I intend to connect to the remote host example.com over TLS but I have to connect through a proxy IP address with DNS name example-proxy.com.
I don't have control over the SSL certificate and I cannot ask the admin at example.com to add example-proxy.com to its certificate's SAN.
Using example-prxoy.com would cause OpenSSL to error out because the host name does not match the name in the certificate. How can I split the host parameter into two: (1) domain name for the network connection and (2) domain name for the certificate verification.
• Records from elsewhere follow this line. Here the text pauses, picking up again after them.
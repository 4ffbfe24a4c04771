import {
  byPedal,
  byPressure,
  bySpeed,
  bySpreadSpeed,
  filled,
  fixedAxis,
  type Item,
  ownAxis,
  ramp,
} from "@/db/seed/control-unit/item";
import { AS_FOUND } from "@/db/seed/demo-effects";

const fn = "Boost";
const intakeAir = ownAxis(
  "intake_air_temperature",
  "Temperature_C",
  "UBYTE",
  [-20, 0, 20, 30, 40, 50, 60, 80],
  [-40, 120],
);
const height = ownAxis("ambient_pressure", "Pressure_kPa", "UWORD", [60, 70, 80, 90, 95, 101.3], [50, 110]);
const deviation = fixedAxis(
  "boost_deviation",
  "Difference_kPa",
  "FIX_AXIS_PAR_DIST -200 50 9",
  [-20, -15, -10, -5, 0, 5, 10, 15, 20],
  [-40, 40],
);

/** Pressure that is asked for: at full pedal what the simulated engine of the image as found builds up. */
const target = (rpm: number, pedal: number) =>
  40 + (Math.min(AS_FOUND.boostKpa(rpm), 95 + 0.055 * rpm) - 40) * ramp(pedal, 0, 100) ** 0.8;

export const BOOST: readonly Item[] = [
  {
    ...{
      name: "Boost.Target",
      text: "Manifold pressure asked for by speed and pedal",
      fn,
      scale: "Pressure_kPa",
    },
    ...{ type: "UWORD", limits: [20, 220], extended: [0, 260], axes: [bySpeed, byPedal] },
    values: filled([bySpeed, byPedal], target, 1),
  },
  {
    ...{
      name: "Boost.Target_limit",
      text: "Highest pressure asked for by intake air",
      fn,
      scale: "Pressure_kPa",
    },
    ...{ type: "UWORD", limits: [100, 260], axes: [intakeAir] },
    values: filled([intakeAir], (celsius) => 230 - 40 * ramp(celsius, 40, 80), 1),
  },
  {
    ...{
      name: "Boost.Valve_base",
      text: "Share of time that the boost valve is open",
      fn,
      scale: "Share_percent",
    },
    ...{ type: "UBYTE", limits: [0, 100], axes: [bySpeed, byPressure], byColumn: true },
    values: filled(
      [bySpeed, byPressure],
      (rpm, kPa) =>
        Math.round(2 * (90 * ramp(kPa, 90, 240) - 12 * ramp(rpm, 3000, 6600) * ramp(kPa, 90, 130))) / 2,
      1,
    ),
  },
  {
    ...{
      name: "Boost.Control_gain",
      text: "Answer to a deviation of the pressure",
      fn,
      scale: "Trim_percent",
    },
    ...{ type: "SBYTE", limits: [-30, 30], axes: [deviation] },
    values: [-12, -8, -4.5, -1.5, 0, 1.5, 4.5, 8, 12],
  },
  {
    ...{
      name: "Boost.Build_up",
      text: "How fast the pressure may be asked to rise",
      fn,
      scale: "Difference_kPa",
    },
    ...{ type: "SWORD", limits: [0, 400], axes: [bySpreadSpeed] },
    values: filled([bySpreadSpeed], (rpm) => 60 + 220 * ramp(rpm, 1000, 4000), 1),
  },
  {
    ...{ name: "Boost.Height_ratio", text: "Highest ratio of pressures by height", fn, scale: "Ratio" },
    ...{ type: "UWORD", limits: [1, 3], axes: [height] },
    values: [2.5, 2.5, 2.5, 2, 2, 2],
  },
  {
    ...{ name: "Boost.Overshoot_most", text: "Overshoot that is let pass", fn, scale: "Difference_kPa" },
    ...{ type: "UWORD", limits: [0, 40], values: [18] },
  },
  {
    ...{ name: "Boost.Control_kind", text: "How the pressure is controlled", fn, scale: "Control_word" },
    ...{ type: "UBYTE", limits: [0, 2], values: [1] },
  },
];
I don't have the resources to modify the OpenSSL library but I can make changes to the Python libraries. According to this doc, I could have modified the match_hostname method to implement this feature but it is no longer available as of Python 3.7+.
Asks
Just give a different hostname for TCP connection and TLS handshake, i.e. set server_hostname in wrap_socket. To modify the example from the official documentation for this:
import socket
import ssl
tls_hostname = 'www.example.com'
context = ssl.create_default_context()
with socket.create_connection(('127.0.0.1',8443)) as sock:
with context.wrap_socket(sock, server_hostname=tls_hostname) as ssock:
print(ssock.version())
This will connect to ('127.0.0.1',8443) but do the TLS handshake with www.example.com.
Note that this will use tls_hostname for both SNI extension in the TLS handshake and for validating the certificate. But this seems to be what you need based on your question anyway: connect to IP:port but do TLS handshake and validation with a specific hostname.